■ The problem
Write the records out again in full, word for word.

■ Records for the exercise
━━━

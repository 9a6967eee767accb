"""From the plan of a comparison to its results: candidate by candidate, resumed, then published.

Each candidate at each patch size writes one part beside the results to come; what a killed run has
finished is kept.
"""

import json
from collections.abc import Callable, Iterator
from dataclasses import replace
from typing import Any

import numpy as np
import pyarrow as pa
import pyarrow.parquet as pq
from joblib import Parallel, delayed
from tqdm import tqdm

from mfeat import storage
from mfeat.comparison import (
    COMPARISON,
    COSTS,
    RESULTS,
    Comparison,
    is_variant,
)
from mfeat.contest import RESULTS_SCHEMA, Contest, results_of
from mfeat.contests import ComparisonPlan
from mfeat.costs import measure_costs
from mfeat.entries import changed_inputs
from mfeat.packing import packed, unpacked
from mfeat.pool import Pool
from mfeat.publishing import OutputRefused
from mfeat.report import write_report
from mfeat.schema import UNFINISHED, differences

#: Where a run keeps what it has finished, and what it is a run of.
RUN = f"{UNFINISHED}/comparison"
RECORD = f"{RUN}/record.json"


class ComparisonRun:
    """One call of `compare`, while it holds the output."""

    def __init__(self, store: Any, plan: ComparisonPlan, how: dict[str, Any], quiet: bool | None):
        self._store, self._plan, self._how, self._quiet = store, plan, how, quiet
        self._record = plan.record()

    def complete(self, fresh: bool) -> None:
        """Resume, start, or find the comparison complete."""
        goes_on = not fresh and self._store.exists(RECORD)
        if goes_on:
            self._refuse_differences(RECORD, "an interrupted comparison", lambda found: found)
        elif not fresh and self._store.exists(COMPARISON):
            self._refuse_differences(COMPARISON, "a comparison", lambda found: found["record"])
            return
        contests, pools = [], []
        for size in self._plan.sizes:
            contest, pool = self._plan.contest(size, self._quiet)
            contests.append(contest)
            pools.append(pool)
        if not goes_on:  # only now: what cannot be compared leaves no trace
            self._store.remove_tree(RUN)  # parts without a record are of an unknown run
            self._store.make(RUN)
            self._write_json(RECORD, self._record)
        self._compete(contests)
        costs = [measure_costs(self._plan.candidates, one, self._quiet) for one in contests]
        self._finish(contests, pools, pa.concat_tables(costs))

    def _refuse_differences(
        self, name: str, what: str, record_of: Callable[[dict], dict[str, Any]]
    ) -> None:
        with self._store.open(name) as stream:
            there = record_of(json.loads(stream.read()))
        now = json.loads(json.dumps(self._record))
        inputs = [pa.Table.from_pylist(record.pop("inputs")) for record in (there, now)]
        found = [*differences(there, now), *changed_inputs(*inputs)]
        if found:
            lines = "\n  ".join(found)
            raise OutputRefused(
                f"out {self._store.location} holds {what} of other settings or inputs (there -> "
                f"now):\n  {lines}\nname another output, or start anew with fresh (--fresh)"
            )

    def _write_json(self, name: str, content: Any) -> None:
        with self._store.writing(name) as stream:
            stream.write(json.dumps(content, indent=1, ensure_ascii=False, default=str).encode())

    def _compete(self, contests: list[Contest]) -> None:
        """Write the results of every candidate at every size that has none yet."""
        for stale in self._store.names(RUN):
            if stale.endswith(storage.TEMPORARY):
                self._store.remove(f"{RUN}/{stale}")
        there = set(self._store.names(RUN))
        wanted = [(s, c) for s in range(len(contests)) for c in range(len(self._plan.candidates))]
        missing = [task for task in wanted if _part_of(*task) not in there]
        names = list(self._plan.candidates)
        with tqdm(
            total=len(wanted), initial=len(wanted) - len(missing), desc="descriptors",
            disable=self._quiet,
        ) as progress:  # fmt: skip
            bare = [replace(contest, scenes=[]) for contest in contests]
            pixels = [packed(contest.scenes) for contest in contests]
            tasks = (
                delayed(_write_results)(
                    self._store.location, _part_of(s, c), names[c],
                    self._plan.candidates[names[c]], bare[s], pixels[s],
                )
                for s, c in missing
            )  # fmt: skip
            for _ in Parallel(return_as="generator_unordered", **self._how)(tasks):
                progress.update()

    def _parts(self, contests: list[Contest]) -> Iterator[pa.Table]:
        for s in range(len(contests)):
            for c in range(len(self._plan.candidates)):
                with self._store.open(f"{RUN}/{_part_of(s, c)}") as stream:
                    yield storage.read_parquet(stream)

    def _finish(self, contests: list[Contest], pools: list[Pool], costs: pa.Table) -> None:
        """Write tables and report beside the parts, then let them appear, the record last."""
        results = pa.concat_tables(self._parts(contests))
        about = {
            "format": "mfeat comparison",
            "record": self._record,
            "reference": next(iter(self._plan.candidates)),
            "kind": pools[0].kind,
            "classes": [str(one) for one in pools[0].classes],
            "sizes": [_about_size(*both) for both in zip(contests, pools, strict=True)],
        }
        for name, table in ((RESULTS, results), (COSTS, costs)):
            with self._store.writing(f"{RUN}/{name}") as stream:
                pq.write_table(table, stream, compression="zstd")
        found = Comparison(self._store.location, results, costs, about)
        names = [RESULTS, COSTS]
        for name, content in write_report(found).items():
            self._store.make(f"{RUN}/{name}".rpartition("/")[0])
            with self._store.writing(f"{RUN}/{name}") as stream:
                stream.write(content)
            names.append(name)
        self._write_json(f"{RUN}/{COMPARISON}", about)
        self._store.remove(COMPARISON)
        for name in names:
            self._store.make(name.rpartition("/")[0])
            self._store.move(f"{RUN}/{name}", name)
        for name in self._store.names("charts"):
            if f"charts/{name}" not in names:  # of an earlier comparison
                self._store.remove(f"charts/{name}")
        self._store.move(f"{RUN}/{COMPARISON}", COMPARISON)
        self._store.settle()
        self._store.remove_tree(RUN)


def _part_of(size: int, candidate: int) -> str:
    return f"part-{size:02d}-{candidate:03d}.parquet"


def _about_size(contest: Contest, pool: Pool) -> dict[str, Any]:
    largest = contest.train_sizes[-1]
    ratios = [len(split.test) / len(split.training(largest)) for split in contest.splits]
    return {
        "size": list(contest.size),
        "patches": len(pool.places),
        "classes": len(pool.classes),
        "groups": len({place.group for place in pool.places}),
        "train_sizes": list(contest.train_sizes),
        "conditions": list(contest.conditions),
        "splits": len(contest.splits),
        "ratio": float(np.mean(ratios)),
        "mirrored": pool.mirrored,
        "overlapping": pool.overlapping,
        "left_out": pool.left_out,
    }


def _write_results(
    location: str, part: str, name: str, transformer: Any, contest: Contest, arrays: dict
) -> None:
    """Do what a worker does: one candidate at one size."""
    contest = replace(contest, scenes=unpacked(arrays))
    results = results_of(name, transformer, contest, largest_only=is_variant(name))
    with storage.output(location).writing(f"{RUN}/{part}") as stream:
        pq.write_table(results.cast(RESULTS_SCHEMA), stream, compression="zstd")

━━━

■ Answer below
repository 9a6967eee767accb
"""From the plan of a comparison to its results: candidate by candidate, resumed, then published.

Each candidate at each patch size writes one part beside the results to come; what a killed run has
finished is kept.
"""

import json
from collections.abc import Callable, Iterator
from dataclasses import replace
from typing import Any

import numpy as np
import pyarrow as pa
import pyarrow.parquet as pq
from joblib import Parallel, delayed
from tqdm import tqdm

from mfeat import storage
from mfeat.comparison import (
    COMPARISON,
    COSTS,
    RESULTS,
    Comparison,
    is_variant,
)
from mfeat.contest import RESULTS_SCHEMA, Contest, results_of
from mfeat.contests import ComparisonPlan
from mfeat.costs import measure_costs
from mfeat.entries import changed_inputs
from mfeat.packing import packed, unpacked
from mfeat.pool import Pool
from mfeat.publishing import OutputRefused
from mfeat.report import write_report
from mfeat.schema import UNFINISHED, differences

#: Where a run keeps what it has finished, and what it is a run of.
RUN = f"{UNFINISHED}/comparison"
RECORD = f"{RUN}/record.json"


class ComparisonRun:
    """One call of `compare`, while it holds the output."""

    def __init__(self, store: Any, plan: ComparisonPlan, how: dict[str, Any], quiet: bool | None):
        self._store, self._plan, self._how, self._quiet = store, plan, how, quiet
        self._record = plan.record()

    def complete(self, fresh: bool) -> None:
        """Resume, start, or find the comparison complete."""
        goes_on = not fresh and self._store.exists(RECORD)
        if goes_on:
            self._refuse_differences(RECORD, "an interrupted comparison", lambda found: found)
        elif not fresh and self._store.exists(COMPARISON):
            self._refuse_differences(COMPARISON, "a comparison", lambda found: found["record"])
            return
        contests, pools = [], []
        for size in self._plan.sizes:
            contest, pool = self._plan.contest(size, self._quiet)
            contests.append(contest)
            pools.append(pool)
        if not goes_on:  # only now: what cannot be compared leaves no trace
            self._store.remove_tree(RUN)  # parts without a record are of an unknown run
            self._store.make(RUN)
            self._write_json(RECORD, self._record)
        self._compete(contests)
        costs = [measure_costs(self._plan.candidates, one, self._quiet) for one in contests]
        self._finish(contests, pools, pa.concat_tables(costs))

    def _refuse_differences(
        self, name: str, what: str, record_of: Callable[[dict], dict[str, Any]]
    ) -> None:
        with self._store.open(name) as stream:
            there = record_of(json.loads(stream.read()))
        now = json.loads(json.dumps(self._record))
        inputs = [pa.Table.from_pylist(record.pop("inputs")) for record in (there, now)]
        found = [*differences(there, now), *changed_inputs(*inputs)]
        if found:
            lines = "\n  ".join(found)
            raise OutputRefused(
                f"out {self._store.location} holds {what} of other settings or inputs (there -> "
                f"now):\n  {lines}\nname another output, or start anew with fresh (--fresh)"
            )

    def _write_json(self, name: str, content: Any) -> None:
        with self._store.writing(name) as stream:
            stream.write(json.dumps(content, indent=1, ensure_ascii=False, default=str).encode())

    def _compete(self, contests: list[Contest]) -> None:
        """Write the results of every candidate at every size that has none yet."""
        for stale in self._store.names(RUN):
            if stale.endswith(storage.TEMPORARY):
                self._store.remove(f"{RUN}/{stale}")
        there = set(self._store.names(RUN))
        wanted = [(s, c) for s in range(len(contests)) for c in range(len(self._plan.candidates))]
        missing = [task for task in wanted if _part_of(*task) not in there]
        names = list(self._plan.candidates)
        with tqdm(
            total=len(wanted), initial=len(wanted) - len(missing), desc="descriptors",
            disable=self._quiet,
        ) as progress:  # fmt: skip
            bare = [replace(contest, scenes=[]) for contest in contests]
            pixels = [packed(contest.scenes) for contest in contests]
            tasks = (
                delayed(_write_results)(
                    self._store.location, _part_of(s, c), names[c],
                    self._plan.candidates[names[c]], bare[s], pixels[s],
                )
                for s, c in missing
            )  # fmt: skip
            for _ in Parallel(return_as="generator_unordered", **self._how)(tasks):
                progress.update()

    def _parts(self, contests: list[Contest]) -> Iterator[pa.Table]:
        for s in range(len(contests)):
            for c in range(len(self._plan.candidates)):
                with self._store.open(f"{RUN}/{_part_of(s, c)}") as stream:
                    yield storage.read_parquet(stream)

    def _finish(self, contests: list[Contest], pools: list[Pool], costs: pa.Table) -> None:
        """Write tables and report beside the parts, then let them appear, the record last."""
        results = pa.concat_tables(self._parts(contests))
        about = {
            "format": "mfeat comparison",
            "record": self._record,
            "reference": next(iter(self._plan.candidates)),
            "kind": pools[0].kind,
            "classes": [str(one) for one in pools[0].classes],
            "sizes": [_about_size(*both) for both in zip(contests, pools, strict=True)],
        }
        for name, table in ((RESULTS, results), (COSTS, costs)):
            with self._store.writing(f"{RUN}/{name}") as stream:
                pq.write_table(table, stream, compression="zstd")
        found = Comparison(self._store.location, results, costs, about)
        names = [RESULTS, COSTS]
        for name, content in write_report(found).items():
            self._store.make(f"{RUN}/{name}".rpartition("/")[0])
            with self._store.writing(f"{RUN}/{name}") as stream:
                stream.write(content)
            names.append(name)
        self._write_json(f"{RUN}/{COMPARISON}", about)
        self._store.remove(COMPARISON)
        for name in names:
            self._store.make(name.rpartition("/")[0])
            self._store.move(f"{RUN}/{name}", name)
        for name in self._store.names("charts"):
            if f"charts/{name}" not in names:  # of an earlier comparison
                self._store.remove(f"charts/{name}")
        self._store.move(f"{RUN}/{COMPARISON}", COMPARISON)
        self._store.settle()
        self._store.remove_tree(RUN)


def _part_of(size: int, candidate: int) -> str:
    return f"part-{size:02d}-{candidate:03d}.parquet"


def _about_size(contest: Contest, pool: Pool) -> dict[str, Any]:
    largest = contest.train_sizes[-1]
    ratios = [len(split.test) / len(split.training(largest)) for split in contest.splits]
    return {
        "size": list(contest.size),
        "patches": len(pool.places),
        "classes": len(pool.classes),
        "groups": len({place.group for place in pool.places}),
        "train_sizes": list(contest.train_sizes),
        "conditions": list(contest.conditions),
        "splits": len(contest.splits),
        "ratio": float(np.mean(ratios)),
        "mirrored": pool.mirrored,
        "overlapping": pool.overlapping,
        "left_out": pool.left_out,
    }


def _write_results(
    location: str, part: str, name: str, transformer: Any, contest: Contest, arrays: dict
) -> None:
    """Do what a worker does: one candidate at one size."""
    contest = replace(contest, scenes=unpacked(arrays))
    results = results_of(name, transformer, contest, largest_only=is_variant(name))
    with storage.output(location).writing(f"{RUN}/{part}") as stream:
        pq.write_table(results.cast(RESULTS_SCHEMA), stream, compression="zstd")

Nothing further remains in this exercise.